Nothing but an exact copy of the data should be given.
===
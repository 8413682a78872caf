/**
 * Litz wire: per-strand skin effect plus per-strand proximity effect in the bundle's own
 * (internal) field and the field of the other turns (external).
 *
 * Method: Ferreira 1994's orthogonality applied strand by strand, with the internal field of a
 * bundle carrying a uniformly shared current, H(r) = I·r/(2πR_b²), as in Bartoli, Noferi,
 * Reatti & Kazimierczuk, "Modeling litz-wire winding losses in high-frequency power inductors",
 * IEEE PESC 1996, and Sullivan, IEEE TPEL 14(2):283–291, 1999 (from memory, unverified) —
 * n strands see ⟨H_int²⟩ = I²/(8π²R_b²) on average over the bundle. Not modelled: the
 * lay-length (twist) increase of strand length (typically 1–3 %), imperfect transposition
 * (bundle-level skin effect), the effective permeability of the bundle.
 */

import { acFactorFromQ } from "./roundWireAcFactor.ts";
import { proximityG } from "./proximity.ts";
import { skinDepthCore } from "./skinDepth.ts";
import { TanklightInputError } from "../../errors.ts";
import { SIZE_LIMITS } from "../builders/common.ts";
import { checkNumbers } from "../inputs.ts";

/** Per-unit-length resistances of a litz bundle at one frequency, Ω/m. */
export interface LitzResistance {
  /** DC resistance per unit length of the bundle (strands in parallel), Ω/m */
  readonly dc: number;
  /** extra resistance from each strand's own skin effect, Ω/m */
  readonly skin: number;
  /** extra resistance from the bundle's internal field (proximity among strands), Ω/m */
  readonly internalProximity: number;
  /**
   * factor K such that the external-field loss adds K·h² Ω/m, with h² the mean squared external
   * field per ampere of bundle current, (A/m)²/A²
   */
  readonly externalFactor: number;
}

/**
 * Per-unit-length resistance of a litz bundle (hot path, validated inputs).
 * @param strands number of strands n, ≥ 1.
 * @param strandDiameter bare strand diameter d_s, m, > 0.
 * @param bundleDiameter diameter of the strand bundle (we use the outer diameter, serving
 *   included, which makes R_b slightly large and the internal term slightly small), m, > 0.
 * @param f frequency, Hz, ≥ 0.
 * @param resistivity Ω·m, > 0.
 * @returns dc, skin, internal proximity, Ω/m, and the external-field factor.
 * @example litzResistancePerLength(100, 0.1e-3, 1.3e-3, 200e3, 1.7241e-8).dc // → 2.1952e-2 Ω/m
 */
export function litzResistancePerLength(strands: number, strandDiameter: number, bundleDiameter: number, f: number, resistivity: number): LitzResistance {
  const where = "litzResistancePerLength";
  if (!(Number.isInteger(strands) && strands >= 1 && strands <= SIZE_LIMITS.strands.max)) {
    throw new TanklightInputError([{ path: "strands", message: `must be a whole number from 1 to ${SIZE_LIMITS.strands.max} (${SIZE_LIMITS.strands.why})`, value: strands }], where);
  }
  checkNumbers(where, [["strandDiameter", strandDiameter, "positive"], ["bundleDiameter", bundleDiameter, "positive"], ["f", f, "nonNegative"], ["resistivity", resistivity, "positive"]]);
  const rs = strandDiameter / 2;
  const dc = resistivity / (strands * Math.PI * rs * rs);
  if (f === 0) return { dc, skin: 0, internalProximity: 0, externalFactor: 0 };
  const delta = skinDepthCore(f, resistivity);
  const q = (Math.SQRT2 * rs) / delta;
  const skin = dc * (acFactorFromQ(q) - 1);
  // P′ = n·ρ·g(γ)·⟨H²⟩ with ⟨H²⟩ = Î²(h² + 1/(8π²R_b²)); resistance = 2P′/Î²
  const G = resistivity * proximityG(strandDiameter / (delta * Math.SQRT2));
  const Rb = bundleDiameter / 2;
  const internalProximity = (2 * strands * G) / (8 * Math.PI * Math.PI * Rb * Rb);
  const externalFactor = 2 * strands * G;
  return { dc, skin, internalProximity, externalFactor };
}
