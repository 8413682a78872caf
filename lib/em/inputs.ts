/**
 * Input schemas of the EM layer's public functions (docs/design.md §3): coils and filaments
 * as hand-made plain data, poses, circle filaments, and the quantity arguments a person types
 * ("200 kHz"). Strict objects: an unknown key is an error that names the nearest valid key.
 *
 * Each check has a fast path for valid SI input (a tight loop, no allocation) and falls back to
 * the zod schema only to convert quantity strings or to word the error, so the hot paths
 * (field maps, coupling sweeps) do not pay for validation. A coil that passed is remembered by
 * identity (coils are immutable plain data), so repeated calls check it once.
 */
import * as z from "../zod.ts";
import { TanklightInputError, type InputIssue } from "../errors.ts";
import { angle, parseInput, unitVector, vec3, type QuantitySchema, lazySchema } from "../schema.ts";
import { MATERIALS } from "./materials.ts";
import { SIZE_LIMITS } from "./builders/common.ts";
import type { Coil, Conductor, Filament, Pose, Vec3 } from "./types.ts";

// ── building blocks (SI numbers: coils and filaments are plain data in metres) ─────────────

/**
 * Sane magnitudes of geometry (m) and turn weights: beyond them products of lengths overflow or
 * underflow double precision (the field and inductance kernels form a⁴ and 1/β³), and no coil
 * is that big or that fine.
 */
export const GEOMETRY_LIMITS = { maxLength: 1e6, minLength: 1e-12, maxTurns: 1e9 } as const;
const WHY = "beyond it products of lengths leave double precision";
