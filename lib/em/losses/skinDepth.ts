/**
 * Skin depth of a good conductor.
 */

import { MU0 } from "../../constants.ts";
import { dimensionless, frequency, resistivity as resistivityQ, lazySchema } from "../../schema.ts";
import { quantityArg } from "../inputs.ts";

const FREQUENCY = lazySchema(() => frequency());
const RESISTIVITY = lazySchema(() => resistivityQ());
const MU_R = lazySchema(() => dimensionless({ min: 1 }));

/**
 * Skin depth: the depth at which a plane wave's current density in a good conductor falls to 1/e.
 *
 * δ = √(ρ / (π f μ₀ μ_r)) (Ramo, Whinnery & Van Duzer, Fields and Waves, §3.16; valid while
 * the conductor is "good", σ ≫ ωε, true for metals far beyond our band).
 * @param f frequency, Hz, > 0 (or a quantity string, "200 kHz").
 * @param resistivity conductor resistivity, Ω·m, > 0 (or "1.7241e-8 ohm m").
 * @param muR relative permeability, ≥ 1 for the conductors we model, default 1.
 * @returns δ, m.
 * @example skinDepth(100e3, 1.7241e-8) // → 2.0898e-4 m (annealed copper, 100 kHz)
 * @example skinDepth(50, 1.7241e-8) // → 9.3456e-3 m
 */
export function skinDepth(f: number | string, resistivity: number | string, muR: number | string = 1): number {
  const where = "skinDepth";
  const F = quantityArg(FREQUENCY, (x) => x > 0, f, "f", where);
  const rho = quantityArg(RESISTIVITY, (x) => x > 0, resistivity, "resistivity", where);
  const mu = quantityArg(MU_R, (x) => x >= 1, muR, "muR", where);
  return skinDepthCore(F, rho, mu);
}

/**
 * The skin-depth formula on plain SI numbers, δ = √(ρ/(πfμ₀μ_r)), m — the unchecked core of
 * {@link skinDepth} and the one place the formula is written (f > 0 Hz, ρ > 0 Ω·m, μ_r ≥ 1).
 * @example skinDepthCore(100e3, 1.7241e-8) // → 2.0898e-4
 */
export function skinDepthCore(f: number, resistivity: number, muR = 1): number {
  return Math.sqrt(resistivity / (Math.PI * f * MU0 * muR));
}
===
Answer for the task
repository 8413682a78872caf
/**
 * Litz wire: per-strand skin effect plus per-strand proximity effect in the bundle's own
 * (internal) field and the field of the other turns (external).
 *
 * Method: Ferreira 1994's orthogonality applied strand by strand, with the internal field of a
 * bundle carrying a uniformly shared current, H(r) = I·r/(2πR_b²), as in Bartoli, Noferi,
 * Reatti & Kazimierczuk, "Modeling litz-wire winding losses in high-frequency power inductors",
 * IEEE PESC 1996, and Sullivan, IEEE TPEL 14(2):283–291, 1999 (from memory, unverified) —
 * n strands see ⟨H_int²⟩ = I²/(8π²R_b²) on average over the bundle. Not modelled: the
 * lay-length (twist) increase of strand length (typically 1–3 %), imperfect transposition
 * (bundle-level skin effect), the effective permeability of the bundle.
 */

import { acFactorFromQ } from "./roundWireAcFactor.ts";
import { proximityG } from "./proximity.ts";
import { skinDepthCore } from "./skinDepth.ts";
import { TanklightInputError } from "../../errors.ts";
import { SIZE_LIMITS } from "../builders/common.ts";
import { checkNumbers } from "../inputs.ts";

/** Per-unit-length resistances of a litz bundle at one frequency, Ω/m. */
export interface LitzResistance {
  /** DC resistance per unit length of the bundle (strands in parallel), Ω/m */
  readonly dc: number;
  /** extra resistance from each strand's own skin effect, Ω/m */
  readonly skin: number;
  /** extra resistance from the bundle's internal field (proximity among strands), Ω/m */
  readonly internalProximity: number;
  /**
   * factor K such that the external-field loss adds K·h² Ω/m, with h² the mean squared external
   * field per ampere of bundle current, (A/m)²/A²
   */
  readonly externalFactor: number;
}

/**
 * Per-unit-length resistance of a litz bundle (hot path, validated inputs).
 * @param strands number of strands n, ≥ 1.
 * @param strandDiameter bare strand diameter d_s, m, > 0.
 * @param bundleDiameter diameter of the strand bundle (we use the outer diameter, serving
 *   included, which makes R_b slightly large and the internal term slightly small), m, > 0.
 * @param f frequency, Hz, ≥ 0.
 * @param resistivity Ω·m, > 0.
 * @returns dc, skin, internal proximity, Ω/m, and the external-field factor.
 * @example litzResistancePerLength(100, 0.1e-3, 1.3e-3, 200e3, 1.7241e-8).dc // → 2.1952e-2 Ω/m
 */
export function litzResistancePerLength(strands: number, strandDiameter: number, bundleDiameter: number, f: number, resistivity: number): LitzResistance {
  const where = "litzResistancePerLength";
  if (!(Number.isInteger(strands) && strands >= 1 && strands <= SIZE_LIMITS.strands.max)) {
    throw new TanklightInputError([{ path: "strands", message: `must be a whole number from 1 to ${SIZE_LIMITS.strands.max} (${SIZE_LIMITS.strands.why})`, value: strands }], where);
  }
  checkNumbers(where, [["strandDiameter", strandDiameter, "positive"], ["bundleDiameter", bundleDiameter, "positive"], ["f", f, "nonNegative"], ["resistivity", resistivity, "positive"]]);
  const rs = strandDiameter / 2;
  const dc = resistivity / (strands * Math.PI * rs * rs);
  if (f === 0) return { dc, skin: 0, internalProximity: 0, externalFactor: 0 };
  const delta = skinDepthCore(f, resistivity);
  const q = (Math.SQRT2 * rs) / delta;
  const skin = dc * (acFactorFromQ(q) - 1);
  // P′ = n·ρ·g(γ)·⟨H²⟩ with ⟨H²⟩ = Î²(h² + 1/(8π²R_b²)); resistance = 2P′/Î²
  const G = resistivity * proximityG(strandDiameter / (delta * Math.SQRT2));
  const Rb = bundleDiameter / 2;
  const internalProximity = (2 * strands * G) / (8 * Math.PI * Math.PI * Rb * Rb);
  const externalFactor = 2 * strands * G;
  return { dc, skin, internalProximity, externalFactor };
}
repository 8413682a78872caf
filename lib/em/inputs.ts
/**
 * Input schemas of the EM layer's public functions (docs/design.md §3): coils and filaments
 * as hand-made plain data, poses, circle filaments, and the quantity arguments a person types
 * ("200 kHz"). Strict objects: an unknown key is an error that names the nearest valid key.
 *
 * Each check has a fast path for valid SI input (a tight loop, no allocation) and falls back to
 * the zod schema only to convert quantity strings or to word the error, so the hot paths
 * (field maps, coupling sweeps) do not pay for validation. A coil that passed is remembered by
 * identity (coils are immutable plain data), so repeated calls check it once.
 */
import * as z from "../zod.ts";
import { TanklightInputError, type InputIssue } from "../errors.ts";
import { angle, parseInput, unitVector, vec3, type QuantitySchema, lazySchema } from "../schema.ts";
import { MATERIALS } from "./materials.ts";
import { SIZE_LIMITS } from "./builders/common.ts";
import type { Coil, Conductor, Filament, Pose, Vec3 } from "./types.ts";

// ── building blocks (SI numbers: coils and filaments are plain data in metres) ─────────────

/**
 * Sane magnitudes of geometry (m) and turn weights: beyond them products of lengths overflow or
 * underflow double precision (the field and inductance kernels form a⁴ and 1/β³), and no coil
 * is that big or that fine.
 */
export const GEOMETRY_LIMITS = { maxLength: 1e6, minLength: 1e-12, maxTurns: 1e9 } as const;
const WHY = "beyond it products of lengths leave double precision";
filename lib/em/losses/skinDepth.ts
/**
 * Skin depth of a good conductor.
 */

import { MU0 } from "../../constants.ts";
import { dimensionless, frequency, resistivity as resistivityQ, lazySchema } from "../../schema.ts";
import { quantityArg } from "../inputs.ts";

const FREQUENCY = lazySchema(() => frequency());
const RESISTIVITY = lazySchema(() => resistivityQ());
const MU_R = lazySchema(() => dimensionless({ min: 1 }));

/**
 * Skin depth: the depth at which a plane wave's current density in a good conductor falls to 1/e.
 *
 * δ = √(ρ / (π f μ₀ μ_r)) (Ramo, Whinnery & Van Duzer, Fields and Waves, §3.16; valid while
 * the conductor is "good", σ ≫ ωε, true for metals far beyond our band).
 * @param f frequency, Hz, > 0 (or a quantity string, "200 kHz").
 * @param resistivity conductor resistivity, Ω·m, > 0 (or "1.7241e-8 ohm m").
 * @param muR relative permeability, ≥ 1 for the conductors we model, default 1.
 * @returns δ, m.
 * @example skinDepth(100e3, 1.7241e-8) // → 2.0898e-4 m (annealed copper, 100 kHz)
 * @example skinDepth(50, 1.7241e-8) // → 9.3456e-3 m
 */
export function skinDepth(f: number | string, resistivity: number | string, muR: number | string = 1): number {
  const where = "skinDepth";
  const F = quantityArg(FREQUENCY, (x) => x > 0, f, "f", where);
  const rho = quantityArg(RESISTIVITY, (x) => x > 0, resistivity, "resistivity", where);
  const mu = quantityArg(MU_R, (x) => x >= 1, muR, "muR", where);
  return skinDepthCore(F, rho, mu);
}

/**
 * The skin-depth formula on plain SI numbers, δ = √(ρ/(πfμ₀μ_r)), m — the unchecked core of
 * {@link skinDepth} and the one place the formula is written (f > 0 Hz, ρ > 0 Ω·m, μ_r ≥ 1).
 * @example skinDepthCore(100e3, 1.7241e-8) // → 2.0898e-4
 */
export function skinDepthCore(f: number, resistivity: number, muR = 1): number {
  return Math.sqrt(resistivity / (Math.PI * f * MU0 * muR));
}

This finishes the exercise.